The ownership split of the new company will be 65 per cent for Husky Oil shareholders and 35 per cent for Renaissance shareholders. Husky shareholders are offering to acquire additional shares from Renaissance shareholders and will end up with 71.5 per cent of the combined company if their offer is accepted.
Husky and Renaissance say Renaissance shareholders could receive $5.83 a share in cash and the rest of the deal would be shares in the newly created company.
Ron Greene, chairman and acting CEO of Renaissance, says calling the deal a takeover is unfair. He describes it as a merger. He says the company had plenty of options but chose Husky because of its growth potential.
"What we've tried to do is structure a transaction that gives shareholders a premium from where the stock has been, to satisfy those that want immediate gratification but also to put them in a position where they are shareholders in a much more exciting, much more viable, stronger company." Mr. Greene says Renaissance's oil and gas assets complement Husky's heavy oil, oil sands and East Coast offshore crude projects.

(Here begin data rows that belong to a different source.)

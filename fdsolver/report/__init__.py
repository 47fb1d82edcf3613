"""Plain-text tables of archives, units in every column header.

:func:`format_archive` picks the table of any archive by its kind:
:mod:`.solve` (one solve), :mod:`.sweep` (sweeps and threshold searches),
:mod:`.delta` (zero-range checks and validity maps), :mod:`.bands` (periodic
cases: band structures, band sweeps, delta-comb checks); :mod:`._common` holds
the unit labels they share.
"""

from __future__ import annotations

#: archive kind -> "module:function" that formats it (modules imported on demand)
FORMATTERS = {
    "solve": "fdsolver.report.solve:format_solve",
    "delta_check": "fdsolver.report.delta:format_delta",
    "sweep": "fdsolver.report.sweep:format_sweep",
    "threshold": "fdsolver.report.sweep:format_sweep",
    "bands": "fdsolver.report.bands:format_bands",
    "band_sweep": "fdsolver.report.bands:format_band_sweep",
    "comb_check": "fdsolver.report.bands:format_comb_check",
    "absorption": "fdsolver.report.optics:format_absorption",
    "interband": "fdsolver.report.optics:format_interband",
    "transmission": "fdsolver.report.continuum:format_transmission",
    "resonances": "fdsolver.report.continuum:format_resonances",
    "current": "fdsolver.report.continuum:format_current",
    "delta_background": "fdsolver.report.background:format_background",
    "delta_transmission": "fdsolver.report.background:format_scatter_check",
}


def format_archive(ds) -> str:
    """The table of any fdsolver archive, chosen by its ``fdsolver_kind``."""
    import importlib

    from fdsolver.errors import ArchiveError

    mod, func = FORMATTERS[ds.attrs["fdsolver_kind"]].split(":")
    try:
        return getattr(importlib.import_module(mod), func)(ds)
    except (KeyError, AttributeError, IndexError, TypeError, ValueError) as exc:
        raise ArchiveError(
            f"archive is damaged or incomplete ({type(exc).__name__}: {str(exc)[:80]})", file=ds.encoding.get("source")
        ) from None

"It creates a very exciting opportunity for our shareholders . . . that we could not have duplicated one project at a time over the next five years."

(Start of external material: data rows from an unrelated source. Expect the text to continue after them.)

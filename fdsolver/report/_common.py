"""What the tables share: the units of a stored variable as a reader calls them, a header with its units, and the
text of an archive (title, notes, names) with every control character escaped, ready for a terminal."""

from __future__ import annotations

from fdsolver.errors import printable

#: what the archive builders write in ``units_note`` of a param whose units the case does not declare
NOT_DECLARED = "not declared"


def declared(ds, name: str) -> bool:
    """False if the archive says the units of ``name`` were not declared (a scanned param without [sweep] units)."""
    return NOT_DECLARED not in str(ds[name].attrs.get("units_note", ""))


def units_of(ds, name: str) -> str:
    """The units of variable ``name`` as a reader calls them (``units_name``, else the UDUNITS ``units``); "" for a
    pure number ("1") or undeclared units."""
    a = ds[name].attrs
    u = str(a.get("units_name") or a.get("units", ""))
    return "" if u == "1" or not declared(ds, name) else printable(u)


def label(ds, name: str, text: str | None = None) -> str:
    """``text [units]`` for a column header or an axis (``text`` defaults to the variable's name); ``[1]`` for a
    pure number, ``[units not declared]`` where the case declared none."""
    text = name if text is None else text
    if not declared(ds, name):
        return f"{text} [units not declared]"
    return f"{text} [{units_of(ds, name) or '1'}]"


def title_of(ds) -> str:
    """The archive's title, escaped for a terminal (a title is the case author's free text)."""
    return printable(ds.attrs.get("title", ""))


def notes_of(ds, key: str) -> list[str]:
    """The lines of a text attribute (``messages``, ``notes``), each escaped for a terminal; blank lines dropped."""
    return [printable(m) for m in str(ds.attrs.get(key, "")).splitlines() if m.strip()]


def name_of(value) -> str:
    """A stored name (a region, a well, a param), escaped for a terminal."""
    return printable(value)


def mass_text(ds) -> str:
    """The effective mass of a run as a reader wants it: one value, or the range over the layers."""
    import numpy as np

    a = ds.attrs
    masses = np.atleast_1d(np.asarray(a.get("layer_masses", []), dtype=float))
    if masses.size == 0 and "mass" in ds and getattr(ds["mass"], "dims", ()) == ("x",):
        masses = np.asarray(ds["mass"].values, dtype=float).ravel()  # only its least and largest are read
    if masses.size == 0:
        return f"{float(a.get('particle_mass', 1.0)):.6g} m_e"
    lo, hi = float(masses.min()), float(masses.max())
    return f"{lo:.6g} m_e" if lo == hi else f"{lo:.6g} to {hi:.6g} m_e (by layer)"


def run_header(ds) -> str:
    """One line every table starts with: unit system, carrier, mass, and the materials with their temperature."""
    a = ds.attrs
    eu = units_of(ds, "energy") if "energy" in ds else str(a.get("units_system", ""))
    system = a.get("units_system", "")
    names = {"nm-meV": "energies in meV, lengths in nm", "atomic": "Hartree atomic units: energies in hartree, "
             "lengths in bohr"}
    parts = [f"units: {system} ({names.get(system, eu)})", f"carrier: {a.get('carrier', 'electron').replace('_', ' ')}",
             f"mass: {mass_text(ds)}"]
    if a.get("fdsolver_kind") == "interband":
        import numpy as np

        def rng(key):
            v = np.atleast_1d(np.asarray(a.get(key, []), dtype=float))
            return "?" if v.size == 0 else (f"{v.min():.6g}" if v.min() == v.max() else f"{v.min():.6g} to {v.max():.6g}")

        parts[1:] = ["carriers: electrons, heavy and light holes",
                     f"masses by layer: electrons {rng('layer_masses')}, heavy holes {rng('heavy_hole_layer_masses')}, "
                     f"light holes {rng('light_hole_layer_masses')} m_e"]
    if a.get("materials"):
        parts.append(f"materials: {printable(a['materials'])} at {float(a.get('temperature', 300.0)):g} K")
    if int(a.get("nonparabolicity", 0)):
        parts.append("energy-dependent (Kane) mass")
    return "; ".join(parts)


def case_notes(ds) -> list[str]:
    """The case's own notes (unit system chosen, lattice mismatch) as 'note: ...' lines."""
    return [f"note: {n}" for n in notes_of(ds, "case_notes")]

Analysts say the takeover of Renaissance allows Husky to "back into" publicly traded status using an existing company rather than spending more time and cash conducting an initial public offering.
But analysts say Husky and Renaissance have so far failed to provide enough information, which they and the market need to scrutinize the deal.
In particular, they say not enough is known about the details of Husky, a private company. That makes it very difficult to place precise values on the stock transaction taking place, they say.
"You're trying to take Husky public by ramming it down everybody's throats in an hour and a half without anybody knowing what Husky's all about," says David Stenason, a Montreal-based analyst at Scotia Capital Inc.
He says Scotia Capital has reduced its rating on Renaissance to "sell" from "hold" in part because not enough is known about the deal.
Mr. Stenason suggests Renaissance shareholders consider selling the stock and buying Petro-Canada if they want to participate in East Coast offshore petroleum plays such as Terra Nova.
Several other analysts contacted expressed frustration at the lack of information available to value the new Husky, a company that officials say will have a market capitalization of $7.2-billion.
"It makes it very difficult to do our job with respect to whether [the deal]is fair or not," says Brian Prokop, an analyst with Peters & Co. Ltd. in Calgary.
Analysts say it appears, based on what little information is available, that Renaissance shareholders bring more to the table than they get back from their holdings in the new company.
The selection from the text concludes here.